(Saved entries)
- - -
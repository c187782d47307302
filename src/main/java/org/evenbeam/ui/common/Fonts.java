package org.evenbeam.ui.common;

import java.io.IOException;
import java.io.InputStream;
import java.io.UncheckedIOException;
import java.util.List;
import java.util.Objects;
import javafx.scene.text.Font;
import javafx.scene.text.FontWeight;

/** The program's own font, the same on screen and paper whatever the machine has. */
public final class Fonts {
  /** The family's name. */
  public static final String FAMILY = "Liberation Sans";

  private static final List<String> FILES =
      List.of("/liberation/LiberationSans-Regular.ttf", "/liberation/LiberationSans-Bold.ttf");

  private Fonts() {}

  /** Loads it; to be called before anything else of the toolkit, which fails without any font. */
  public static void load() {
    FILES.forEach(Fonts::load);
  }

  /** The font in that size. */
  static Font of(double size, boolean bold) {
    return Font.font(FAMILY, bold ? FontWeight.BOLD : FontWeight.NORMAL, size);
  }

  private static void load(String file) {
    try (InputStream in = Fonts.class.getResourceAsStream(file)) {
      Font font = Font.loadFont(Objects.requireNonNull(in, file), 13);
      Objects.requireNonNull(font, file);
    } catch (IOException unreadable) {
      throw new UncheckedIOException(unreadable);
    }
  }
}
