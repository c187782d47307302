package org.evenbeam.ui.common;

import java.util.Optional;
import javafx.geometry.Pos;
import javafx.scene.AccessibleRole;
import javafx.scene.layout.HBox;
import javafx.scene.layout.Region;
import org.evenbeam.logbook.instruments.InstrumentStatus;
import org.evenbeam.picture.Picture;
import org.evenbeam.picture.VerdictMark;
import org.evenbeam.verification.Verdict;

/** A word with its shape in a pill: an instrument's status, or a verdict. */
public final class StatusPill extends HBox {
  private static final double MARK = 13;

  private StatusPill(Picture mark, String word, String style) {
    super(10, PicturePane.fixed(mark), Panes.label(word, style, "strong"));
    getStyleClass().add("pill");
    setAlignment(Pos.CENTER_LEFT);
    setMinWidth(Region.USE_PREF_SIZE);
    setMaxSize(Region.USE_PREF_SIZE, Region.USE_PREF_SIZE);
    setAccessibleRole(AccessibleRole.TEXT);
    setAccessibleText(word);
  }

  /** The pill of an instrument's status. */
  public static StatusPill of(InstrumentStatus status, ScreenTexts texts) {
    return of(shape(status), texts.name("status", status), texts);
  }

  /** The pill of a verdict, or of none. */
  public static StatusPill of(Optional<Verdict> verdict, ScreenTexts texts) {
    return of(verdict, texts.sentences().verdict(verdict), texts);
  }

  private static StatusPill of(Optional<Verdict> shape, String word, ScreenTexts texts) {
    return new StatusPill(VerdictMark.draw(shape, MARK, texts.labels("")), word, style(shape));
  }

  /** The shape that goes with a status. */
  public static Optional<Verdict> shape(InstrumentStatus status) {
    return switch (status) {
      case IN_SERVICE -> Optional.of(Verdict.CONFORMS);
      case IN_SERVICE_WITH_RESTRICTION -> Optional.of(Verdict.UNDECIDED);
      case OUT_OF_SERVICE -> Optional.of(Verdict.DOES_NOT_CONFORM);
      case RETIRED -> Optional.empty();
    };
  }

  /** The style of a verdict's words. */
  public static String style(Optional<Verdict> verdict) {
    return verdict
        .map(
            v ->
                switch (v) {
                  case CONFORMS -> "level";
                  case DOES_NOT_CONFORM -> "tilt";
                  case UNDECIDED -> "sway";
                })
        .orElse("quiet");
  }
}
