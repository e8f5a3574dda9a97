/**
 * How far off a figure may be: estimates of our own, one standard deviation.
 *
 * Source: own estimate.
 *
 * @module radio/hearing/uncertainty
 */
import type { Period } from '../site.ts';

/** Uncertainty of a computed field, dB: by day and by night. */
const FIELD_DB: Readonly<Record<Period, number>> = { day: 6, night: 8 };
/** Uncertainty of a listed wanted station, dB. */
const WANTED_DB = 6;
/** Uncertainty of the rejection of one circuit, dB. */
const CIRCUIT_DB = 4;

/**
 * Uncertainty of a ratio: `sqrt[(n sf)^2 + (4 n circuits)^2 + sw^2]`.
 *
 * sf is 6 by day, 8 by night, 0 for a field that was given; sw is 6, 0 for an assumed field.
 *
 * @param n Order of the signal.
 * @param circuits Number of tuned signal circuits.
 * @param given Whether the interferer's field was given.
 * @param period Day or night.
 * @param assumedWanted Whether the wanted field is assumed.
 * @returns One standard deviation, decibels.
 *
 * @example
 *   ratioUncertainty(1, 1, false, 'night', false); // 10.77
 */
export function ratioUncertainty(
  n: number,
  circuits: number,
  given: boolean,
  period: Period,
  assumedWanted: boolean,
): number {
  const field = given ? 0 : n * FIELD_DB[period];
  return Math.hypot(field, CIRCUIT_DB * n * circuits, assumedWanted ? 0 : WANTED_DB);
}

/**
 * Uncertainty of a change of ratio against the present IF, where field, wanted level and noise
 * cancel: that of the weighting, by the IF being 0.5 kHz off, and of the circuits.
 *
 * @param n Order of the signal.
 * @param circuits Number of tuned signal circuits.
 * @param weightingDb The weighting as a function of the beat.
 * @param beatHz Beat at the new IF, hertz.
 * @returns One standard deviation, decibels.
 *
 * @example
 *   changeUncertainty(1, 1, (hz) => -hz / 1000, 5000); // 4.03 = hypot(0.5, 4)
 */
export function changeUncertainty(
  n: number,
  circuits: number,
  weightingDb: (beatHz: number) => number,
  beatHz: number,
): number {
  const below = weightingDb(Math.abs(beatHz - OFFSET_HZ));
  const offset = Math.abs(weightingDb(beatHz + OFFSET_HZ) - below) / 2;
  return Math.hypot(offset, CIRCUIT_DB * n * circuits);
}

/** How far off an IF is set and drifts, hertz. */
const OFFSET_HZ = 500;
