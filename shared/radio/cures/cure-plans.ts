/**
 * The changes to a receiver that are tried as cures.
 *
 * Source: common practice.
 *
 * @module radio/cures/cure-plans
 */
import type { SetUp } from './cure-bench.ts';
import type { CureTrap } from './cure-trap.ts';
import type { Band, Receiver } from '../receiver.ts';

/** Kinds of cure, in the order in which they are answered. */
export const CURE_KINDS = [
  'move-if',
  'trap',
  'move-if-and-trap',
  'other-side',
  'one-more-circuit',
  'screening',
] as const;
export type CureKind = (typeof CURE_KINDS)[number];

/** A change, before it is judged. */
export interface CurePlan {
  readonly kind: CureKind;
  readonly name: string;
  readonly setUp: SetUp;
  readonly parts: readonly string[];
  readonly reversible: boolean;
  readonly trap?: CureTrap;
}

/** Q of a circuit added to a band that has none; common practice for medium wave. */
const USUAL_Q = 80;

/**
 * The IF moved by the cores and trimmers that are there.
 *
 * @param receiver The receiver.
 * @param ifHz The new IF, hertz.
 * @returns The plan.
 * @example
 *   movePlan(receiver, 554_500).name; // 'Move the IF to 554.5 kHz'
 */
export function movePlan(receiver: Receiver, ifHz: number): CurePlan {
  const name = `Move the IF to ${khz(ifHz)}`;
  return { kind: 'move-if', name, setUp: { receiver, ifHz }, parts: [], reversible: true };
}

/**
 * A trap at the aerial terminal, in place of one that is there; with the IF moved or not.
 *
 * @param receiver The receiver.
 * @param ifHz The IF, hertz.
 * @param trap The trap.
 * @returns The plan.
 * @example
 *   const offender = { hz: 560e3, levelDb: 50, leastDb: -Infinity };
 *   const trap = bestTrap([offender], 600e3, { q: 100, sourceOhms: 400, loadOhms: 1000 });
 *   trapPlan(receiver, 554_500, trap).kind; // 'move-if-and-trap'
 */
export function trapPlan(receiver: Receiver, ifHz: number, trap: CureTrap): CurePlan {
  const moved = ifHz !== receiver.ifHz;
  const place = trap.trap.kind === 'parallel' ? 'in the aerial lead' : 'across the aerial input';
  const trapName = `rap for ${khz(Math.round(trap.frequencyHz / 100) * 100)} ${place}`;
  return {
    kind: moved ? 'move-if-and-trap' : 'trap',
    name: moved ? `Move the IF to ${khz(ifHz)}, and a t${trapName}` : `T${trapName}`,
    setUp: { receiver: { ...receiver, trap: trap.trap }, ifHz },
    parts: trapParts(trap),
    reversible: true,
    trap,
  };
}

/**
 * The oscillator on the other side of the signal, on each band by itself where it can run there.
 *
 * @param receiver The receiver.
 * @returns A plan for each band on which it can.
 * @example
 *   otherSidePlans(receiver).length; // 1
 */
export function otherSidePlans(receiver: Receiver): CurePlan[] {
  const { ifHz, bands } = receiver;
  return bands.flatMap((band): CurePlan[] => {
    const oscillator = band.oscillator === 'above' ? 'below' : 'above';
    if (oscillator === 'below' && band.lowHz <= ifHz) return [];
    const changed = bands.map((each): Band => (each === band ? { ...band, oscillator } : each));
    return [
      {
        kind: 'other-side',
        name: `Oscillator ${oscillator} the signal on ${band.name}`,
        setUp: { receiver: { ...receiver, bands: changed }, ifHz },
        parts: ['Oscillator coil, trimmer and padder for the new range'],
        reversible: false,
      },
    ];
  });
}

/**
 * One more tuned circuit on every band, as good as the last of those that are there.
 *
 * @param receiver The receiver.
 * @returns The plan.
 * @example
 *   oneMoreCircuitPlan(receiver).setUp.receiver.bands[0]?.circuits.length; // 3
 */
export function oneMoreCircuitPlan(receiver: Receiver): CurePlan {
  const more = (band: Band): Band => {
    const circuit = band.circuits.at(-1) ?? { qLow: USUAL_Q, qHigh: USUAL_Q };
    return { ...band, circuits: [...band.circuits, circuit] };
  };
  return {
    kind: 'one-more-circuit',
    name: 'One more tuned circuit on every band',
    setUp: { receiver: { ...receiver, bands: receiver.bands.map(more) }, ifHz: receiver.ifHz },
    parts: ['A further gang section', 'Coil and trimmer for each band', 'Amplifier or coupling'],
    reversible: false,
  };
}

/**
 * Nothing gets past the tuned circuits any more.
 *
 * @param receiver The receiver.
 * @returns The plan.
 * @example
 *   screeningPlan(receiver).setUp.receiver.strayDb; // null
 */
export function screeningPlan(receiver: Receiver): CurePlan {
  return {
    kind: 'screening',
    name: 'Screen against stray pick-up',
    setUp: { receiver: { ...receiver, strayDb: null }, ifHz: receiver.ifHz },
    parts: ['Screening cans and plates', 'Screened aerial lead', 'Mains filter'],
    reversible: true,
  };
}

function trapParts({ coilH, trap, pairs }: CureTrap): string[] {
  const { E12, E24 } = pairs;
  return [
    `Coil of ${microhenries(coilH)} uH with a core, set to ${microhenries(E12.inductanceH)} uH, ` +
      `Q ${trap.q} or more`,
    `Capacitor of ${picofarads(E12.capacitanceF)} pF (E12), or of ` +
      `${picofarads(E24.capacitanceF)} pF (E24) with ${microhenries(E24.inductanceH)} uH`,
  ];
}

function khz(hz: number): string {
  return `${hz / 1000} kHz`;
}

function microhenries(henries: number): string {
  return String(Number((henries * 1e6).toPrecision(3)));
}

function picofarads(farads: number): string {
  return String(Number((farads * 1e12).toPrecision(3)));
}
- - -
• Problem
Reproduce, word for word and in full, only the lines above that start at the line with "name: 'Screen against" and run through the line with "pF (E12), or", both ends included.

• Response to the exercise
    name: 'Screen against stray pick-up',
    setUp: { receiver: { ...receiver, strayDb: null }, ifHz: receiver.ifHz },
    parts: ['Screening cans and plates', 'Screened aerial lead', 'Mains filter'],
    reversible: true,
  };
}

function trapParts({ coilH, trap, pairs }: CureTrap): string[] {
  const { E12, E24 } = pairs;
  return [
    `Coil of ${microhenries(coilH)} uH with a core, set to ${microhenries(E12.inductanceH)} uH, ` +
      `Q ${trap.q} or more`,
    `Capacitor of ${picofarads(E12.capacitanceF)} pF (E12), or of ` +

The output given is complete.